This film image released by Paramount Pictures shows Leonardo DiCaprio as Jordan Belfort in a scene from "The Wolf of Wall Street." The film was nominated for an Academy Award for best picture on Thursday, Jan. 16, 2014.
This film image released by Paramount Pictures shows Leonardo DiCaprio as Jordan Belfort in a scene from "The Wolf of Wall Street." The film was nominated for an Academy Award for best picture on Thursday, Jan. 16, 2014. Mary Cybulski, Paramount Pictures/AP Photo

Martin Scorsese’s The Wolf of Wall Street is so rife with sex and drug use it had to be edited in order to avoid the dreaded NC-17 rating in the U.S.

But the cuts weren’t nearly enough to satisfy the Kenya Film Classification Board (KFCB), which outright banned the film in the country, citing its “extreme scenes of nudity, sex, alcohol, drug taking and profanity.”

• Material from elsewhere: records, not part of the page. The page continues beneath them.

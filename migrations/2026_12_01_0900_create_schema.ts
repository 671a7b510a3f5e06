import { sql, type Kysely } from 'kysely'

// Frozen in time: never edit this file once it has landed. Add a new migration instead.
// Dates are ISO-8601 text (YYYY-MM-DD), instants are ISO-8601 UTC text; JSON columns hold text.

export async function up(db: Kysely<any>): Promise<void> {
  const now = sql`CURRENT_TIMESTAMP`

  await db.schema
    .createTable('organizations')
    .addColumn('id', 'integer', (c) => c.primaryKey().autoIncrement())
    .addColumn('code', 'text', (c) => c.notNull().unique())
    .addColumn('name', 'text', (c) => c.notNull())
    .addColumn('created_at', 'text', (c) => c.notNull().defaultTo(now))
    .execute()

  await db.schema
    .createTable('users')
    .addColumn('id', 'integer', (c) => c.primaryKey().autoIncrement())
    .addColumn('organization_id', 'integer', (c) => c.notNull().references('organizations.id'))
    .addColumn('email', 'text', (c) => c.notNull().unique())
    .addColumn('name', 'text', (c) => c.notNull())
    .addColumn('password_hash', 'text', (c) => c.notNull())
    .addColumn('role', 'text', (c) => c.notNull().check(sql`role in ('advisor', 'client')`))
    .addColumn('disabled', 'integer', (c) => c.notNull().defaultTo(0))
    .addColumn('created_at', 'text', (c) => c.notNull().defaultTo(now))
    .addColumn('updated_at', 'text', (c) => c.notNull().defaultTo(now))
    .execute()

  await db.schema
    .createTable('farms')
    .addColumn('id', 'integer', (c) => c.primaryKey().autoIncrement())
    .addColumn('organization_id', 'integer', (c) => c.notNull().references('organizations.id'))
    .addColumn('code', 'text', (c) => c.notNull().unique())
    .addColumn('name', 'text', (c) => c.notNull())
    .addColumn('operator_name', 'text')
    .addColumn('contact_email', 'text')
    .addColumn('contact_phone', 'text')
    .addColumn('address', 'text')
    .addColumn('region', 'text')
    .addColumn('notes', 'text')
    .addColumn('created_at', 'text', (c) => c.notNull().defaultTo(now))
    .addColumn('updated_at', 'text', (c) => c.notNull().defaultTo(now))
    .execute()

  await db.schema
    .createTable('user_farms')
    .addColumn('user_id', 'integer', (c) => c.notNull().references('users.id').onDelete('cascade'))
    .addColumn('farm_id', 'integer', (c) => c.notNull().references('farms.id').onDelete('cascade'))
    .addPrimaryKeyConstraint('user_farms_pk', ['user_id', 'farm_id'])
    .execute()

  await db.schema
    .createTable('storages')
    .addColumn('id', 'integer', (c) => c.primaryKey().autoIncrement())
    .addColumn('farm_id', 'integer', (c) => c.notNull().references('farms.id'))
    .addColumn('code', 'text', (c) => c.notNull())
    .addColumn('name', 'text')
    .addColumn('kind', 'text', (c) =>
      c.notNull().check(sql`kind in ('deep_pit', 'earthen_basin', 'lagoon', 'tank', 'stack', 'other')`),
    )
    .addColumn('species', 'text', (c) => c.notNull())
    .addColumn('form', 'text', (c) => c.notNull().check(sql`form in ('liquid', 'solid')`))
    // geometry: shape is rectangular | circular | basin | none; lengths in feet; side_slope is run per unit rise
    .addColumn('shape', 'text')
    .addColumn('length_ft', 'real')
    .addColumn('width_ft', 'real')
    .addColumn('diameter_ft', 'real')
    .addColumn('depth_ft', 'real')
    .addColumn('side_slope', 'real')
    .addColumn('freeboard_ft', 'real')
    .addColumn('capacity', 'real')
    .addColumn('capacity_unit', 'text') // gal | ton
    .addColumn('current_amount', 'real') // recorded volume or mass in storage, in capacity_unit
    .addColumn('current_amount_on', 'text')
    .addColumn('current_depth_ft', 'real')
    .addColumn('access_points', 'integer')
    .addColumn('notes', 'text')
    .addColumn('created_at', 'text', (c) => c.notNull().defaultTo(now))
    .addColumn('updated_at', 'text', (c) => c.notNull().defaultTo(now))
    .addUniqueConstraint('storages_farm_code_uq', ['farm_id', 'code'])
    .execute()

  await db.schema
    .createTable('import_runs')
    .addColumn('id', 'integer', (c) => c.primaryKey().autoIncrement())
    .addColumn('kind', 'text', (c) => c.notNull()) // labs | farms | storages | fields | samples | applications
    .addColumn('file_name', 'text', (c) => c.notNull())
    .addColumn('sha256', 'text', (c) => c.notNull())
    .addColumn('rows', 'integer', (c) => c.notNull().defaultTo(0))
    .addColumn('rows_new', 'integer', (c) => c.notNull().defaultTo(0))
    .addColumn('rows_unchanged', 'integer', (c) => c.notNull().defaultTo(0))
    .addColumn('warnings', 'integer', (c) => c.notNull().defaultTo(0))
    .addColumn('outcome', 'text', (c) =>
      c.notNull().check(sql`outcome in ('imported', 'unchanged', 'replaced', 'refused')`),
    )
    .addColumn('message', 'text')
    .addColumn('created_at', 'text', (c) => c.notNull().defaultTo(now))
    .execute()
  await db.schema.createIndex('import_runs_sha_idx').on('import_runs').columns(['kind', 'sha256']).execute()

  await db.schema
    .createTable('sampling_events')
    .addColumn('id', 'integer', (c) => c.primaryKey().autoIncrement())
    .addColumn('storage_id', 'integer', (c) => c.notNull().references('storages.id'))
    .addColumn('sample_code', 'text', (c) => c.notNull().unique())
    .addColumn('sampled_on', 'text', (c) => c.notNull())
    .addColumn('agitated', 'integer')
    .addColumn('sampler_kind', 'text') // e.g. tube_core, dipper, bucket_at_pump, fork_grab
    .addColumn('cores', 'integer')
    .addColumn('access_points_sampled', 'text')
    .addColumn('sampled_by', 'text')
    .addColumn('notes', 'text')
    .addColumn('import_run_id', 'integer', (c) => c.references('import_runs.id'))
    .addColumn('created_at', 'text', (c) => c.notNull().defaultTo(now))
    .execute()

  await db.schema
    .createTable('lab_reports')
    .addColumn('id', 'integer', (c) => c.primaryKey().autoIncrement())
    .addColumn('lab', 'text')
    .addColumn('report_number', 'text', (c) => c.notNull())
    .addColumn('received_on', 'text')
    .addColumn('source_file', 'text')
    .addColumn('source_sha256', 'text')
    .addColumn('import_run_id', 'integer', (c) => c.references('import_runs.id'))
    .addColumn('created_at', 'text', (c) => c.notNull().defaultTo(now))
    .execute()
  await db.schema.createIndex('lab_reports_number_idx').on('lab_reports').column('report_number').execute()

  await db.schema
    .createTable('lab_results')
    .addColumn('id', 'integer', (c) => c.primaryKey().autoIncrement())
    .addColumn('lab_report_id', 'integer', (c) => c.notNull().references('lab_reports.id'))
    .addColumn('storage_id', 'integer', (c) => c.notNull().references('storages.id'))
    .addColumn('sampling_event_id', 'integer', (c) => c.references('sampling_events.id'))
    .addColumn('report_number', 'text', (c) => c.notNull())
    .addColumn('sample_code', 'text', (c) => c.notNull())
    .addColumn('sampled_on', 'text', (c) => c.notNull())
    .addColumn('line', 'integer')
    .addColumn('form', 'text', (c) => c.notNull())
    .addColumn('species', 'text', (c) => c.notNull())
    // as reported by the lab: basis, units and the raw cell texts (JSON) with qualifiers such as '<'
    .addColumn('basis', 'text', (c) => c.notNull())
    .addColumn('units', 'text', (c) => c.notNull())
    .addColumn('reported', 'text', (c) => c.notNull())
    .addColumn('qualifiers', 'text')
    // normalized as-is values, per 1000 US gal (liquid) or per short ton (solid)
    .addColumn('per_unit', 'text', (c) => c.notNull())
    .addColumn('dry_matter_pct', 'real')
    .addColumn('total_n', 'real')
    .addColumn('ammonium_n', 'real')
    .addColumn('organic_n', 'real')
    .addColumn('p2o5', 'real')
    .addColumn('k2o', 'real')
    .addColumn('sulfur', 'real')
    .addColumn('ph', 'real')
    .addColumn('notes', 'text')
    .addColumn('warnings', 'text')
    .addColumn('superseded_by', 'integer', (c) => c.references('lab_results.id'))
    .addColumn('import_run_id', 'integer', (c) => c.references('import_runs.id'))
    .addColumn('created_at', 'text', (c) => c.notNull().defaultTo(now))
    .execute()
  await db.schema
    .createIndex('lab_results_report_sample_idx')
    .on('lab_results')
    .columns(['report_number', 'sample_code'])
    .execute()
  await db.schema
    .createIndex('lab_results_storage_idx')
    .on('lab_results')
    .columns(['storage_id', 'sampled_on'])
    .execute()

  await db.schema
    .createTable('fields')
    .addColumn('id', 'integer', (c) => c.primaryKey().autoIncrement())
    .addColumn('farm_id', 'integer', (c) => c.notNull().references('farms.id'))
    .addColumn('code', 'text', (c) => c.notNull())
    .addColumn('name', 'text')
    .addColumn('acres', 'real', (c) => c.notNull())
    .addColumn('storage_id', 'integer', (c) => c.references('storages.id'))
    .addColumn('method', 'text')
    .addColumn('incorporated_within_hours', 'real')
    .addColumn('overrides', 'text') // JSON: basis, needs, factor overrides, max_rate
    .addColumn('notes', 'text')
    .addColumn('created_at', 'text', (c) => c.notNull().defaultTo(now))
    .addColumn('updated_at', 'text', (c) => c.notNull().defaultTo(now))
    .addUniqueConstraint('fields_farm_code_uq', ['farm_id', 'code'])
    .execute()

  await db.schema
    .createTable('soil_tests')
    .addColumn('id', 'integer', (c) => c.primaryKey().autoIncrement())
    .addColumn('field_id', 'integer', (c) => c.notNull().references('fields.id'))
    .addColumn('sampled_on', 'text')
    .addColumn('p_ppm', 'real')
    .addColumn('p_method', 'text') // bray1 | olsen | mehlich3
    .addColumn('k_ppm', 'real')
    .addColumn('organic_matter_pct', 'real')
    .addColumn('ph', 'real')
    .addColumn('created_at', 'text', (c) => c.notNull().defaultTo(now))
    .execute()
  await db.schema.createIndex('soil_tests_field_idx').on('soil_tests').column('field_id').execute()

  await db.schema
    .createTable('crop_seasons')
    .addColumn('id', 'integer', (c) => c.primaryKey().autoIncrement())
    .addColumn('field_id', 'integer', (c) => c.notNull().references('fields.id'))
    .addColumn('season', 'integer', (c) => c.notNull())
    .addColumn('crop', 'text', (c) => c.notNull())
    .addColumn('yield_goal', 'real')
    .addColumn('previous_crop', 'text')
    .addColumn('created_at', 'text', (c) => c.notNull().defaultTo(now))
    .addUniqueConstraint('crop_seasons_field_season_uq', ['field_id', 'season'])
    .execute()

  await db.schema
    .createTable('plans')
    .addColumn('id', 'integer', (c) => c.primaryKey().autoIncrement())
    .addColumn('farm_id', 'integer', (c) => c.notNull().references('farms.id'))
    .addColumn('season', 'integer', (c) => c.notNull())
    .addColumn('version', 'integer', (c) => c.notNull())
    .addColumn('reference_set', 'text', (c) => c.notNull())
    .addColumn('reference_set_version', 'text', (c) => c.notNull())
    .addColumn('basis', 'text', (c) => c.notNull())
    .addColumn('as_of', 'text', (c) => c.notNull())
    .addColumn('inputs', 'text', (c) => c.notNull()) // JSON snapshot of everything the plan was computed from
    .addColumn('result', 'text', (c) => c.notNull()) // JSON of the computed plan (storages, totals)
    .addColumn('created_by', 'text', (c) => c.notNull())
    .addColumn('created_at', 'text', (c) => c.notNull().defaultTo(now))
    .addUniqueConstraint('plans_farm_season_version_uq', ['farm_id', 'season', 'version'])
    .execute()

  await db.schema
    .createTable('plan_fields')
    .addColumn('id', 'integer', (c) => c.primaryKey().autoIncrement())
    .addColumn('plan_id', 'integer', (c) => c.notNull().references('plans.id'))
    .addColumn('field_id', 'integer', (c) => c.notNull().references('fields.id'))
    .addColumn('field_code', 'text', (c) => c.notNull())
    .addColumn('acres', 'real', (c) => c.notNull())
    .addColumn('crop', 'text')
    .addColumn('storage_id', 'integer', (c) => c.references('storages.id'))
    .addColumn('method', 'text')
    .addColumn('rate', 'real')
    .addColumn('rate_unit', 'text')
    .addColumn('limited_by', 'text')
    .addColumn('need_n', 'real')
    .addColumn('need_p2o5', 'real')
    .addColumn('need_k2o', 'real')
    .addColumn('applied_n', 'real')
    .addColumn('applied_p2o5', 'real')
    .addColumn('applied_k2o', 'real')
    .addColumn('supplied_n', 'real')
    .addColumn('supplied_p2o5', 'real')
    .addColumn('supplied_k2o', 'real')
    .addColumn('supplemental_n', 'real')
    .addColumn('supplemental_p2o5', 'real')
    .addColumn('supplemental_k2o', 'real')
    .addColumn('total_manure', 'real')
    .addColumn('loads', 'real')
    .addColumn('detail', 'text') // JSON: the full per-field result (factors, sources, balance, residuals)
    .addColumn('warnings', 'text')
    .execute()
  await db.schema.createIndex('plan_fields_plan_idx').on('plan_fields').column('plan_id').execute()

  await db.schema
    .createTable('applications')
    .addColumn('id', 'integer', (c) => c.primaryKey().autoIncrement())
    .addColumn('field_id', 'integer', (c) => c.notNull().references('fields.id'))
    .addColumn('storage_id', 'integer', (c) => c.references('storages.id'))
    .addColumn('applied_on', 'text', (c) => c.notNull())
    .addColumn('amount', 'real', (c) => c.notNull())
    .addColumn('amount_unit', 'text', (c) => c.notNull()) // gal | ton (total over the field)
    .addColumn('method', 'text')
    .addColumn('incorporated_within_hours', 'real')
    .addColumn('loads', 'real')
    .addColumn('applicator', 'text')
    .addColumn('notes', 'text')
    .addColumn('import_run_id', 'integer', (c) => c.references('import_runs.id'))
    .addColumn('created_at', 'text', (c) => c.notNull().defaultTo(now))
    .execute()
  await db.schema.createIndex('applications_field_idx').on('applications').columns(['field_id', 'applied_on']).execute()

  await db.schema
    .createTable('share_links')
    .addColumn('id', 'text', (c) => c.primaryKey()) // the token's jti
    .addColumn('plan_id', 'integer', (c) => c.notNull().references('plans.id'))
    .addColumn('recipient_email', 'text', (c) => c.notNull())
    .addColumn('created_by', 'text', (c) => c.notNull())
    .addColumn('created_at', 'text', (c) => c.notNull().defaultTo(now))
    .addColumn('expires_at', 'text', (c) => c.notNull())
    .addColumn('revoked_at', 'text')
    .execute()
}

export async function down(db: Kysely<any>): Promise<void> {
  for (const table of [
    'share_links',
    'applications',
    'plan_fields',
    'plans',
    'crop_seasons',
    'soil_tests',
    'fields',
    'lab_results',
    'lab_reports',
    'sampling_events',
    'import_runs',
    'storages',
    'user_farms',
    'farms',
    'users',
    'organizations',
  ]) {
    await db.schema.dropTable(table).execute()
  }
}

A film being banned might not normally matter when you can readily buy contraband copies of it on the street, but Kenyan officials are taking this ban so seriously they’re arresting bootleg traders.

It’s been nearly a month since the board ordered the ban and since that time officials have reportedly arrested at least 30 people for selling copies of the Oscar-nominated film, according to the BBC.

“We are doing this for the sake of our children and our women,” KFCB communications officer Eva Mbuni told BBC.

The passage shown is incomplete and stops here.